You may just top the mixture with scallions and serve it warm. But there’s nothing like baking it until bubbly. At that stage, the flavors have blended beautifully and the dip is soft enough to be scooped with a tortilla chip.
It’s really best while hot. And it’s so good it doesn’t seem reasonable to presume that there will be leftovers unless you make too much for too few people. That was what happened in my case. In my excitement to make the dip, I prepped too much ingredients.
Short version of the long story, we had three times as much dip as we could eat in one sitting. What did we do with the two-thirds? Chilled in the fridge. As it turned out, two minutes in the microwave and it’s back to its straight-out-of-the-oven texture. But the flavors are deeper and richer. Clearly, the dip benefits from sitting in the fridge overnight.
Sausage and bacon: the flavor carriers
It starts with bacon. Fatty belly bacon. Chopped and heated until the some of the fat liquefies. Chopped sausage goes into the pan next. I chose Andouille because it is spicy and salty (just for the record, I am not a fan of sweet sausages).
When the sausage has also rendered fat, it is time to add chopped onion and bell peppers. Whether or not you need to add garlic and other herbs and spices depends largely on your choice of sausage. Andouille is so flavorful already that I did not go overboard with the vegetables.
About the corn…
The kernels from an ear of sweet corn went into the dip. I carefully sliced off the kernels so that each piece became three portions. Smaller pieces means faster cooking and better chance to soak up the flavors of the bacon and sausage.
So why didn’t I use cooked corn? As in canned corn? Well, because cooked corn can no longer soak up the cooking liquids in the pan. The kernels are cooked through already and all soaked up with water. So, you know, they will never be able to absorb the combination of bacon fat, sausage fat and vegetable juices. And that would be a pity because the dish loses nuance. So, I prefer raw corn.
Now, about the cheeses.
I used a combination of cream cheese and sharp cheddar. You will need that cream cheese to create volume so I don’t recommend making a substitution. But the cheddar can be something else. Monterey Jack, Pepper Jack, mozzarella… Or you may combine two or more different cheeses.
You need cream
After stirring in the cheeses, the mixture will be thick. Too thick to be scooped with crackers or tortilla chips even after the cheeses have melted. You need something to lighten the mixture without diluting the flavors. Some cooks choose milk, others go for mayo and milk, while there are those who swear it should be cream. I choose sour cream.

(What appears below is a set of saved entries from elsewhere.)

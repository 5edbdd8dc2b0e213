"""One document of several results (``cfa-tool report A.json B.json --docx paper.docx``): the report model of
each result (reporting.document.Report) in the order given, each under a heading that says what analysis it is, in
the report model of a document (:class:`Combined`), which the HTML, Markdown and Word writers draw.

What a reader must see first comes first: a "Read first" notice at the top gathers every result's problems, each
line naming the result it belongs to (and each result's own problems still open its part); the data the results
read is said at the top, plainly when they do not describe the same rows (another data file, or the same file read
with other row filters or missing codes); each result keeps its own methods paragraph (never merged into one claim);
the cautions every result gives (fit-index guide values are conventions, high-stakes use) are said once, at the
end.  Tables and figures are numbered through the whole document (:func:`table_numbers`, :func:`figure_numbers`)."""

from __future__ import annotations

import re
from dataclasses import dataclass, replace

from cfa_tool.note_parts import Command, Note, TableReference, Text, View, said
from cfa_tool.reporting.document import DataRead, Report, ResultKind, by_file_name, file_names
from cfa_tool.data.csv_convention import PLAIN, CsvConvention, separator_words
from cfa_tool.numbers import word_list
from cfa_tool.reporting.tables import NoticeKind, ProblemNotice
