def test_a_model_name_that_a_rename_took_away_is_said_to_be_renamed():
    # review s12: `--rename x1=first` with a model naming x1 said only "unknown variable 'x1' (not a column of ...)",
    # though x1 is a column of the file: the message names the renames
    from cfa_tool.errors import ModelError

    with pytest.raises(ModelError, match=r"unknown variable 'x1' \(not a column of holzinger_swineford_1939\.csv; "
                                         r"its columns read under new names: 'x1' as 'first'\)"):
        cfa_tool.fit(MODEL, HS_FILE, rename={"x1": "first"})


@pytest.mark.parametrize("option", [["--keep", "School = Pasteur"], ["--id", "School"], ["--group-column", "School"],
                                    ["--weights", "School"], ["--cluster", "School"], ["--strata", "School"],
                                    ["--missing-helpers", "School"]])
def test_an_option_naming_a_column_by_its_old_name_is_told_it_was_renamed(option, files, capsys):
    """A column option that names a column by the name --rename took away is told the new name, as the model's
    unknown-variable error is (review s12: it said only that the file has no such column, which it has)."""
    copy, model = files["renamed"], files["model"]
    code, out, err = run_cli(["fit", model, "--data", copy, "--rename", RENAME] + option, capsys)
    assert code == 2 and out == ""
    assert err.count("\n") == 1 and "Traceback" not in err
    assert "the column 'School' was renamed to 'school' by --rename School=school: name it 'school'" in err, err


def test_a_keyword_naming_a_column_by_its_old_name_is_told_it_was_renamed(files):
    """From Python the message names the keyword as given (rename={...})."""
    frame = pd.read_csv(files["renamed"], index_col=0)
    for keywords in ({"group": "School"}, {"keep": "School = Pasteur"}, {"id_column": "School"}):
        with pytest.raises(OptionError, match=r"the column 'School' was renamed to 'school' by "
                                              r"rename=\{'School': 'school'\}: name it 'school'"):
            cfa_tool.fit(MODEL, frame, rename={"School": "school", "x3r": "x3"}, **keywords)
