def _labelled_none(labels: dict, values: np.ndarray, skip=()) -> tuple[dict, dict]:
    """The numeric codes of one item whose value label says no answer (``labels``; ``values``: the item's cells;
    codes in ``skip`` aside), split by :func:`between_answers`: ({code: label} read as no answer, {code: label}
    between the item's answers and so kept as answers)."""
    said = {code: text for code, text in labels.items()
            if isinstance(code, float) and code not in skip and says_no_answer(text, explained=True)}
    own = _RUN_WORDS.get().phrases
    worded = [code for code, text in labels.items() if isinstance(code, float) and code not in skip
              and code not in said and isinstance(text, str) and _holds_phrase(text, own)]
    if not said and not worded:
        return {}, {}
    present = np.unique(values[np.isfinite(values)]).tolist()
    kept = {code: text for code, text in said.items() if between_answers(code, labels, present, skip)}
    beyond = {code: labels[code] for code in worded if loosely_none(code, labels, present, skip)}
    return {c: t for c, t in said.items() if c not in kept} | beyond, kept


def between_answers(code: float, labels: dict, present=(), skip=()) -> bool:
    """Whether ``code`` lies between the answers of an item: a lower and a higher code are answers, either
    labelled so (a value label, ``labels``, that does not say no answer) or answered (a value ``present`` in the
    item without a label; a lone 9, 99, 999 aside, which data programs write for no answer, as the nines of
    data.odd_values.code_like: its negative codes are answers of scales such as -2 to 2 here); codes in ``skip``
    (given as missing codes) are no answers, and so are codes labelled with a phrase of no answer among other words
    beyond the scale (:func:`loosely_none`: 97 'REFUSED (VOL)' and 99 'Not applicable - skipped' leave 98 "Don't
    know" outside the answers 1 to 5).  The one rule of a labelled code on the answer scale: such a code is an answer whatever its label's words or their order ('Not sure / neutral' and
    'Neutral / not sure' alike, :func:`labelled_non_answers`), and a missing code given for it is said first
    (data.missing_codes.codes_on_answers); codes outside the answers (8, 9, 99, -1) labelled as no answer stay no
    answer.  The project's own rule (a code labelled as the midpoint of a scale is analysed as an answer unless the
    researcher says otherwise), not a published one."""
    answers = [float(k) for k, v in labels.items() if isinstance(k, (int, float)) and not isinstance(k, bool)
               and not says_no_answer(v, explained=True) and not loosely_none(float(k), labels, present, skip)]
    answers += [float(v) for v in present if v not in labels and not _nines(float(v))]
    answers = [a for a in answers if a not in skip and a != code]
    return any(a < code for a in answers) and any(a > code for a in answers)


def _nines(value: float) -> bool:
    """9, 99, 999, ...: codes data programs write for no answer (a stray one is no answer of the scale)."""
    return value > 0 and value.is_integer() and set(str(int(value))) == {"9"}


@dataclass(frozen=True)
class LabelledAnswer:
    """A code of one or more items whose value label reads like no answer but that lies between their answers
    (:func:`between_answers`), so analysed as an answer: ``cells`` counts its cells in each of ``columns``."""

    value: float
    label: str
    columns: tuple[str, ...]
    cells: tuple[int, ...]

    def note(self, source: str, given: tuple = ()) -> Note:
        """The note: where, how many cells, and how to read the code as no answer (``given``: the codes the run
        gives with --missing-codes already, which the advice keeps), the option apart (note_parts.Command)."""
        listed = cut_list(list(zip(self.columns, self.cells)), SHOWN, lambda cn: f"{printable(cn[0])} {cn[1]}",
                          noun="item")
        total = sum(self.cells)
        codes = tuple(c for c in given if isinstance(c, (int, float))) + run_words() + (self.value,)
        return Note((f"{base_name(source)}: {user_number(self.value)} '{printable(self.label)}' lies between other answers of "
                     f"the item{'s' if len(self.columns) != 1 else ''} and is read as an answer ({count_text(total)} "
                     f"cell{'s' if total != 1 else ''}: {listed}), though its label reads like no answer",
                     Command(f"; to read it as no answer, give {codes_given(codes)}")))


def answers_labelled_like_none(frame: pd.DataFrame, value_labels: dict, skip: tuple = ()) -> tuple[LabelledAnswer, ...]:
    """The codes of ``frame``'s numeric columns labelled like no answer (``value_labels``) that lie between the
    columns' answers and that cells hold, kept as answers by :func:`labelled_non_answers` (the same rule,
    :func:`between_answers`); one for each code and label, naming every column holding it."""
    found: dict[tuple, list[tuple[str, int]]] = {}
    for column, labels in value_labels.items():
        if column not in frame.columns or not pd.api.types.is_numeric_dtype(frame[column]):
            continue
        values = frame[column].to_numpy(dtype=float, na_value=np.nan)
        for code, text in sorted(_labelled_none(labels, values, skip)[1].items()):
            cells = int((values == code).sum())
            if cells:
                found.setdefault((code, text), []).append((column, cells))
    return tuple(LabelledAnswer(code, text, tuple(c for c, _ in held), tuple(n for _, n in held))
                 for (code, text), held in found.items())


def unlabelled_extra_codes(column: np.ndarray, labels: dict) -> list[tuple[float, str]]:
    """Codes given in an item's answers (``column``, floats) whose value label is not recognised as no answer but
    that stand beyond the item's answer scale, so that they may well mean no answer: a code above or below every
    other labelled code, and either apart from them by more than one step (9 'Other' on a 1-5 scale), or next to a
    scale whose end labels mirror each other (1 'Strongly disagree' ... 5 'Strongly agree') while its own label
    shares no word with the far end (6 'Something else').  A rule of thumb of this project (common practice of
    reading survey codebooks), used for a caution only: the values are analysed as they are.  [(code, label)]."""
    return [(code, text) for code, text in _scale_ends_apart(tuple(labels.items()), _RUN_WORDS.get().phrases)
            if math.isfinite(code) and bool((column == code).any())]  # given in the item


@functools.lru_cache(maxsize=256)
def _scale_ends_apart(labels: tuple, own: frozenset[str]) -> tuple[tuple[float, str], ...]:
    """The labelled codes at the ends of an item's scale that :func:`unlabelled_extra_codes` names when given, from
    the item's labels alone (``labels``: their items; ``own``: the run's words of no answer, which decide which
    labels say no answer): items of one questionnaire share their labels, so each set is judged once (the last few
    hundred kept)."""
    every = dict(labels)
    coded = sorted((float(k), v) for k, v in labels  # the codes labelled as no answer aside (loosely_none too)
                   if isinstance(k, (int, float)) and not says_no_answer(v, explained=True)
                   and not loosely_none(float(k), every))
    if len(coded) < 4:  # too few labels to speak of a scale of answers
        return ()
    out = []
    for k in (0, len(coded) - 1):
        code, text = coded[k]
        others = coded[1:] if k == 0 else coded[:-1]
        steps = np.diff([c for c, _ in others])
        if not (steps > 0).all() or not np.allclose(steps, steps[0]):
            continue
        gap = abs(code - (others[0][0] if k == 0 else others[-1][0]))
        words = [set(_plain(t).split()) for t in (text, others[0][1], others[-1][1])]
        far = words[2] if k == 0 else words[1]
        mirrored = bool(words[1] & words[2])
        if gap > steps[0] + 1e-9 or (mirrored and not words[0] & far):
            out.append((code, text))
    return tuple(out)


@dataclass(frozen=True)
class BeyondScale:
    """A labelled code beyond the answer scale of one or more items (:func:`unlabelled_extra_codes`), analysed as an
    answer but named first, once for all the items that hold it with the same label and scale: ``rows`` are the
    row numbers of its cells in each of ``columns``."""

    columns: tuple[str, ...]
    value: float
    label: str
    rows: tuple[tuple[int, ...], ...]  # one tuple per column
    scale: tuple[float, float]  # the lowest and highest of the items' other labelled codes
    #: the codes of no answer the run gave already (numbers and words), which the advice's list keeps
    #: (data.non_answers.codes_given; set by pipeline.inputs.odd_value_problems)
    given: tuple = ()

    def caution(self, source: str) -> str:
        name = source.replace("\\", "/").rsplit("/", 1)[-1]
        cells = sum(len(r) for r in self.rows)
        if len(self.columns) == 1:
            (rows,) = self.rows
            few = names_shown(len(rows), 3)
            shown = ", ".join(str(r) for r in rows[:few]) + more_words(len(rows) - few)
            where = (f"The item {printable(self.columns[0])} of {name} holds the code {user_number(self.value)} labelled "
                     f"'{printable(self.label)}' ({cells} cell{'s' if cells != 1 else ''}: data "
                     f"row{'s' if cells != 1 else ''} {shown}), beyond its other labelled answers")
        else:
            listed = cut_list(list(zip(self.columns, self.rows)), SHOWN, lambda cr: f"{printable(cr[0])} {len(cr[1])}",
                              noun="item")
            where = (f"{len(self.columns)} items of {name} hold the code {user_number(self.value)} labelled "
                     f"'{printable(self.label)}' ({cells} cells: {listed}), beyond their other labelled answers")
        return f"{where} ({user_number(self.scale[0])} to {user_number(self.scale[1])}), read as an answer: a code of no answer?"

    def advice(self) -> Note:
        return Note((f"If {user_number(self.value)} '{printable(self.label)}' is not an answer on the scale, ",
                     Command(f"give {codes_given(tuple(self.given) + (self.value,))}", "read it as no answer"),
                     "; if it is, nothing."))
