def test_standard_errors_track_the_spread_of_estimates_under_cluster_sampling_with_domains():
    """40 schools in 3 regions, 8 pupils of each of two grades per school, a school effect on the factor (sd .6
    against 1 within schools: intraclass correlation about .26) shared by both grades, 8% of the later items' answers
    missing at random (on the first item), sampling weights; the scalar model, true.  Over R = 200 replications the
    Monte Carlo error of an empirical SD is about SD / sqrt(2 (R - 1)), 5% of it (normal-theory approximation), so
    the mean standard error should lie within 15% of the SD; the grades taken as independent samples (each grade's
    schools its own) leave out that the school effect moves both grades' means together, which cancels in their
    difference: the standard error of the latent mean difference then comes out far too large (1.8 times the SD in
    this design; computed in every fourth replication, see APART).  The scaled test's rejections at .05 lie within the central 99.9% of Binomial(200, .05)."""
    import copy
    from dataclasses import replace

    from scipy import stats

    from cfa_tool.data.sample_design import DesignColumns
    from cfa_tool.inference.robust_missing import robust_missing
    from cfa_tool.language import parse_model
    from cfa_tool.pipeline.continuous import FitOptions, estimate
    from cfa_tool.pipeline.inputs import moments_for

    spec = parse_model("factor f: x1, x2, x3\ninvariance scalar\n")
    design = DesignColumns(weights="w", cluster="school", strata="region")
    options = FitOptions(missing="full-information", diagnostics=False, modification_indices=False)
    wanted = ("loading(f, x2) [5]", "intercept(x2) [5]", "mean(f) [6]")  # held equal, held equal, the difference
    estimates, shared_se, apart_se, p_values = [], [], [], []
    for r in range(REPLICATIONS):
        data = _schools(1000 + r, schools=40, per_grade=8, items=("x1", "x2", "x3"), school_sd=0.6)
        groups, _ = moments_for(spec, data, "simulated", "grade", None, "full-information", design)
        est = estimate(spec, groups, options)
        assert est.converged
        likelihood, theta = est.likelihood, est.theta
        at = [list(est.table.free_labels).index(label) for label in wanted]
        df = likelihood.n_statistics - len(theta)
        saturated = [(g.mean, g.covariance) for g in likelihood.groups]
        cov, c, _ = robust_missing(likelihood, theta, saturated, df, None)
        if r % APART == 0:
            apart = copy.copy(likelihood)  # the same rows, each grade's schools named apart: independent samples
            apart.groups = [replace(g, design=replace(g.design, cluster_names=tuple(f"{k}:{name}" for name in
                                                                                     g.design.cluster_names)))
                            for k, g in enumerate(likelihood.groups)]
            cov_apart, _, _ = robust_missing(apart, theta, saturated, df, None)
            apart_se.append(np.sqrt(np.diag(cov_apart)[at]))
        estimates.append(theta[at])
        shared_se.append(np.sqrt(np.diag(cov)[at]))
        p_values.append(stats.chi2.sf(likelihood.n_total * est.value / c, df))
    spread = np.std(estimates, axis=0, ddof=1)
    ratio = np.mean(shared_se, axis=0) / spread
    assert np.all((ratio > 0.85) & (ratio < 1.15)), ratio
    assert len(apart_se) == REPLICATIONS // APART
    assert np.mean(apart_se, axis=0)[2] / spread[2] > 1.4  # the grades apart: the mean difference's SE far too large
    rejected = int(np.sum(np.array(p_values) < 0.05))
    assert stats.binom.ppf(0.0005, REPLICATIONS, 0.05) <= rejected <= stats.binom.ppf(0.9995, REPLICATIONS, 0.05)


def test_design_based_score_tests_join_the_groups_sharing_clusters():
    """The modification indices of full-information ML under the design are Satorra's (1989) generalized score
    tests, the score s of the freed parameter over L B L', L = (-A_gt A_tt^-1, 1) (assessment.robust_scores): summed
    by hand here with B the stacked groups' meat over the shared schools (so a residual covariance of grade 6 feels
    grade 5's rows through the loadings and intercepts held equal and the schools they share).  The tool takes L from
    the observed information in the moments without the curvature of the moments in the parameters (the same
    convention with the grades apart differs from this exact form by up to 10% in this design), so the check allows
    5%; the grades taken apart (each grade's schools its own) move these two tests by more than 20%."""
    data = _schools(24)
    model = "factor f: x1, x2, x3, x4\ninvariance scalar\n"
    result = cfa_tool.fit(model, data, group="grade", weights="w", cluster="school", strata="region")
    labels, theta = list(result.parameter_labels), np.asarray(result.theta)
    tool = {(tuple(row["variables"]), row["group"]): row["index"] for row in result.modification_indices.dicts()
            if row["kind"] == "residual_covariance"}
    q = len(theta)
    for a, b in ((1, 3), (2, 3)):
        def points(t, g, a=a, b=b):
            mu, sigma = _group_moments(labels, t[:-1], g, ITEMS, common=("loading", "intercept"))
            if g == "6":
                sigma = sigma.copy()
                sigma[a, b] += t[-1]
                sigma[b, a] += t[-1]
            return mu, sigma

        A, B, scores = _hand(data, labels, np.append(theta, 0.0), points=points)
        assert np.abs(scores[:, :q].sum(axis=0)).max() < 1e-6  # the restricted estimates: their scores sum to 0
        L = np.append(-A[q, :q] @ np.linalg.inv(A[:q, :q]), 1.0)
        score = scores[:, q].sum()
        shared = score ** 2 / (L @ B @ L)
        apart_units = data.assign(school=data["grade"] + data["school"])
        _, B_apart, _ = _hand(apart_units, labels, np.append(theta, 0.0), points=points)
        apart = score ** 2 / (L @ B_apart @ L)
        found = tool[((ITEMS[a], ITEMS[b]), "6")]
        assert found == pytest.approx(shared, rel=0.05)
        assert abs(apart - shared) > 0.2 * shared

Finally, the last stage. Baking.
You may use one bowl — a serving bowl — to bake all the dip in. That would be the logical choice if you’re serving the dip to a crowd (the yield is enough for 10 people). In our case, however, because I already knew there would be leftovers, it was more practical to use three six-inch baking dishes. One dish, one serving.
Cheese and corn dip with bacon and sausage
Ingredients
- 100 grams belly bacon julienned
- 125 grams chopped sausage preferably a salty and spicy variety such as Andouille
- ½ cup chopped onion
- ¾ cup chopped bell pepper
- 1 ½ cups sweet corn kernels fresh is ideal
- 250 grams cream cheese
- 250 grams mature cheddar shredded
- ½ cup sour cream use as much as one cup for a thinner dip
- salt
- pepper
Instructions
- Preheat the oven to 375F with the top and bottom heat on.
- Cook the bacon in a frying pan just until a little fat has been rendered.
- Add the sausage and cook, stirring occasionally, until the meats are sitting in a shallow pool of combined bacon and sausage fats.
- Add the onion and bell pepper. Cook, stirring, for about a minute.
- Stir in the corn kernels and cook for another minute.
- Off the heat, pinch the cream cheese into pieces and drop into the pan.
- Add the shredded cheddar.
- Stir to combine (the cheeses will soften a little from the residual heat).
- Stir in the sour cream.
- Taste, and add salt and pepper, if needed (see notes).
- Scrape the thick mixture into an oven-proof serving bowl or smaller bowls and bake for 15 to 20 minutes or just until bubbly.
- Sprinkle with your choice of greens and serve with crackers or tortilla chips.